By default, a VPC security group allows all outbound traffic.

However, we can create a new security group and add rules that allow inbound traffic from the internet.

Also, we can then associate the security group with instances in the public subnet.

To create a security group and associating it with the instances we can do the following:

i. Firstly, we have to open the Amazon VPC console at https://console.aws.amazon.com/vpc/.

ii. Then click Security Groups, and go to Create Security Group.

iii. In the Create Security Group dialog box, we can specify a name for the security group and a description.

iv. After that we need to select the ID of our VPC from the VPC list, and then choose Yes, Create.

v. Next, we will select the security group. The details pane displays the details for the security group, plus tabs for working with its inbound rules and outbound rules.

vi.

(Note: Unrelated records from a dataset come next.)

"""Ingest: every encoding of one field gives the same canonical Dataset.

External references used here:
* CF Conventions 1.11 (Eaton et al., 2023): standard names ``eastward_wind`` /
  ``northward_wind`` / ``air_pressure``, units ``degrees_north`` /
  ``degrees_east`` identify coordinates (sections 4.1, 4.3), ``_FillValue``
  marks missing data (section 2.5.1), calendars (section 4.4.1).
* UDUNITS-2 through cf-units, and the exact knot 1852 m / 3600 s (BIPM SI
  Brochure, 8th ed., 2006, table 8 - from memory).
"""

from __future__ import annotations

import tempfile
from pathlib import Path

import cf_units
import cf_xarray  # noqa: F401  (registers the .cf accessor)
import numpy as np
import pytest
import xarray as xr
from hypothesis import HealthCheck, given, settings
from hypothesis import strategies as st
from windfiles import KNOT, Encoding, encode, reference_field, unusual_names_file

import flowpipe as fp
from flowpipe.errors import InputError
from flowpipe.grid import gaussian_latitudes

GRIDS = {
    "cc": (np.linspace(-90, 90, 19), np.arange(0.0, 360.0, 20.0)),
    "gaussian": (gaussian_latitudes(16), np.arange(0.0, 360.0, 22.5)),
    "regional": (np.arange(30.0, 60.1, 2.5), np.arange(10.0, 50.1, 5.0)),
}
LEVELS = np.array([850.0, 500.0])


def test_knot_factor_matches_udunits():
    # cf-units' UDUNITS-2 definition against the exact definition 1 kn = 1852 m/h.
    assert cf_units.Unit("knots").convert(1.0, "m s-1") == pytest.approx(KNOT, rel=1e-15)


@settings(max_examples=30, deadline=None, suppress_health_check=[HealthCheck.too_slow])
@given(
    grid=st.sampled_from(sorted(GRIDS)),
    names=st.sampled_from(["standard", "short"]),
    lat_descending=st.booleans(),
    lon_convention=st.sampled_from(["0-360", "-180-180"]),
    wrap_column=st.booleans(),
    wind_units=st.sampled_from(["m s-1", "m/s", "knots", "km/h"]),
    level_units=st.sampled_from(["hPa", "Pa"]),
    calendar=st.sampled_from(["standard", "noleap", "360_day"]),
    files=st.integers(min_value=1, max_value=3),
)
def test_every_encoding_gives_the_same_canonical_field(
    grid, names, lat_descending, lon_convention, wrap_column, wind_units, level_units,
    calendar, files,
):
    lat, lon = GRIDS[grid]
    if grid == "regional":
        wrap_column = False  # a limited area has no wrap-around column
    ref = reference_field(lat, lon, LEVELS, ntime=3)
    enc = Encoding(names=names, lat_descending=lat_descending, lon_convention=lon_convention,
                   wrap_column=wrap_column, wind_units=wind_units, level_units=level_units,
                   calendar=calendar, files=files)
    with tempfile.TemporaryDirectory() as tmp:
        paths = encode(ref, lat, lon, LEVELS, enc, Path(tmp))
        wind = fp.open_wind(paths if files > 1 else paths[0]).load()
    np.testing.assert_allclose(wind["latitude"].values, lat, atol=1e-9)
    np.testing.assert_allclose(wind["longitude"].values, lon, atol=1e-9)
    np.testing.assert_allclose(wind["level"].values, LEVELS)
    assert wind["level"].attrs["units"] == "hPa"
    assert wind["u"].dims == ("time", "level", "latitude", "longitude")
    np.testing.assert_allclose(wind["u"].values, ref["u"], rtol=1e-12, atol=1e-12)
    np.testing.assert_allclose(wind["v"].values, ref["v"], rtol=1e-12, atol=1e-12)
    np.testing.assert_allclose(wind["ta"].values, ref["ta"])
    assert wind["u"].attrs["units"] == "m s-1"
    assert wind.sizes["time"] == 3
    # CF 1.11 section 4.4.1: the calendar is kept, not converted.
    assert wind["time"].encoding.get("calendar", "standard") in (calendar, "proleptic_gregorian")
    if calendar != "standard":
        assert wind["time"].values[0].calendar == calendar
    grid_info = fp.describe_grid(wind)
    assert grid_info.kind == ("regional" if grid == "regional" else "global")


def test_open_wind_is_lazy_with_one_slab_per_chunk(tmp_path):
    lat, lon = GRIDS["cc"]
    paths = encode(reference_field(lat, lon, LEVELS, 4), lat, lon, LEVELS, Encoding(files=2),
                   tmp_path)
    wind = fp.open_wind(str(tmp_path / "wind_*.nc"))
    assert wind["u"].chunks is not None
    assert wind["u"].data.chunksize == (1, 1, lat.size, lon.size)
    assert wind.sizes["time"] == 4
    assert wind.attrs["input_files"].splitlines() == [str(p) for p in paths]


def test_explicit_names_are_used(tmp_path):
    lat, lon = GRIDS["regional"]
    ref = reference_field(lat, lon, LEVELS, 1)
    (path,) = encode(ref, lat, lon, LEVELS, Encoding(names="custom"), tmp_path)
    with pytest.raises(InputError, match="zonal_thing"):  # the message lists what is there
        fp.open_wind(path)
    wind = fp.open_wind(path, u="zonal_thing", v="meridional_thing")
    np.testing.assert_allclose(wind["u"].values, ref["u"])
    assert wind["u"].attrs["source_name"] == "zonal_thing"


def test_ten_metre_winds_and_vertical_velocity(tmp_path):
    lat, lon = GRIDS["cc"]
    shape = (2, lat.size, lon.size)
    ds = xr.Dataset(
        {
            "u10": (("time", "lat", "lon"), np.ones(shape), {"units": "m s-1"}),
            "v10": (("time", "lat", "lon"), 2 * np.ones(shape), {"units": "m s-1"}),
            "omg": (("time", "lat", "lon"), np.full(shape, -0.5),
                    {"units": "hPa s-1", "standard_name": "lagrangian_tendency_of_air_pressure"}),
        },
        coords={"time": ("time", np.array(["2026-01-01T00", "2026-01-01T06"], "datetime64[ns]")),
                "lat": ("lat", lat, {"units": "degrees_north"}),
                "lon": ("lon", lon, {"units": "degrees_east"}),
                "height": ((), 10.0, {"units": "m", "standard_name": "height", "axis": "Z"})},
    )
    ds.to_netcdf(tmp_path / "sfc.nc")
    wind = fp.open_wind(tmp_path / "sfc.nc")
    assert wind["u"].dims == ("time", "latitude", "longitude")
    assert wind.attrs["level_type"] == "none"
    # hPa s-1 to Pa s-1 by UDUNITS-2: a factor of 100.
    np.testing.assert_allclose(wind["omega"].values, -50.0)
    assert wind["omega"].attrs["units"] == "Pa s-1"


def test_fill_values_become_nan_and_are_counted(tmp_path):
    lat, lon = GRIDS["regional"]
    ref = reference_field(lat, lon, LEVELS, 1)
    (path,) = encode(ref, lat, lon, LEVELS, Encoding(), tmp_path)
    with xr.open_dataset(path) as raw:
        ds = raw.load()
    ds["eastward"][0, 0, 2, 3] = np.nan
    ds.to_netcdf(tmp_path / "holes.nc", encoding={"eastward": {"_FillValue": -9999.0}})
    with xr.open_dataset(tmp_path / "holes.nc", mask_and_scale=False) as raw:
        assert raw["eastward"].values[0, 0, 2, 3] == -9999.0  # CF 2.5.1: stored as _FillValue
    wind = fp.open_wind(tmp_path / "holes.nc")
    assert np.isnan(wind["u"].values[0, 0, 2, 3])
    from flowpipe.ingest import wind_checks

    assert wind_checks(wind)[0] == {"u": 1, "v": 0}


def test_sample_files_are_described_correctly():
    root = Path(__file__).resolve().parents[1] / "sample_data"
    glob_wind = fp.open_wind(root / "demo_global.nc")
    info = fp.describe_grid(glob_wind)
    assert (info.kind, info.latitudes, info.poles, info.geometry) == ("global", "equiangular",
                                                                      True, "CC")
    assert glob_wind.sizes["time"] >= 5 and {850.0, 250.0} <= set(glob_wind["level"].values)
    assert {"u", "v", "omega", "ta"} <= set(glob_wind.data_vars)
    reg = fp.open_wind(root / "demo_regional.nc")
    reg_info = fp.describe_grid(reg)
    assert reg_info.kind == "regional"
    assert reg_info.dlat == pytest.approx(0.25)
    assert reg["level"].values.tolist() == [850.0, 500.0]  # stored in Pa


def test_regional_grid_across_the_date_line_stays_continuous(tmp_path):
    lat = np.arange(-10.0, 10.1, 5.0)
    lon = np.arange(170.0, 210.1, 5.0)  # written as 170..180, -175..-150
    ref = reference_field(lat, lon, LEVELS, 1)
    (path,) = encode(ref, lat, lon, LEVELS, Encoding(lon_convention="-180-180"), tmp_path)
    wind = fp.open_wind(path)
    steps = np.diff(wind["longitude"].values)
    np.testing.assert_allclose(steps, 5.0)
    np.testing.assert_allclose(np.mod(wind["longitude"].values, 360.0), np.mod(lon, 360.0))
    np.testing.assert_allclose(wind["u"].values, ref["u"])


def test_time_and_level_under_the_files_own_names_without_axis_attributes(tmp_path):
    # CF 1.11 sections 4.3 and 4.4: a vertical coordinate is identified by units of pressure,
    # a time coordinate by units "hours since ..."; cf-xarray's guess_coord_axis finds them
    # under the file's own names (valid, lev_p) where no attribute says axis or
    # standard_name. The canonical wind is that of the sample file whose names are usual.
    root = Path(__file__).resolve().parents[1] / "sample_data"
    odd = unusual_names_file(root / "demo_global.nc", tmp_path / "odd.nc")
    with xr.open_dataset(odd) as written:  # no attribute says axis or standard_name
        assert not written.cf.axes.get("T") and not written.cf.axes.get("Z")
    got = fp.open_wind(odd)
    expected = fp.open_wind(root / "demo_global.nc").isel(time=slice(0, 3))
    assert got["u"].dims == expected["u"].dims == ("time", "level", "latitude", "longitude")
    np.testing.assert_array_equal(got["time"].values, expected["time"].values)
    np.testing.assert_array_equal(got["level"].values, expected["level"].values)
    np.testing.assert_array_equal(got["u"].values, expected["u"].values)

On the Inbound Rules tab, click Edit. And then click Add Rule, and complete the required information.

For example:

We can select HTTP or HTTPS from the Type list, and enter the Source as 0.0.0.0/0 for IPv4 traffic, or ::/0 for IPv6 traffic. Ensure to click Save after making the changes.

vii. Next, we can open the Amazon EC2 console at https://console.aws.amazon.com/ec2/ and click Instances.

viii. We have to select the instance and click Actions, then Networking, and then select Change Security Groups.

ix. In the Change Security Groups dialog box, clear the check box for the currently selected security group, and select the new one.

x. Finally, click on Assign Security Groups.

5. Set the DB instance to be accessible publicly

To check whether a DB instance is publicly accessible, we can use the Amazon RDS Console or the AWS CLI.

To change the Publicly Accessible property of the Amazon RDS instance to Yes:

Open the Amazon RDS console.
And click on Databases, and then select the DB instance.
Next, we have to click Modify.
Here, under Connectivity, we can extend the Additional configuration section, and click on Publicly accessible.
After that click Continue and then click Modify DB Instance.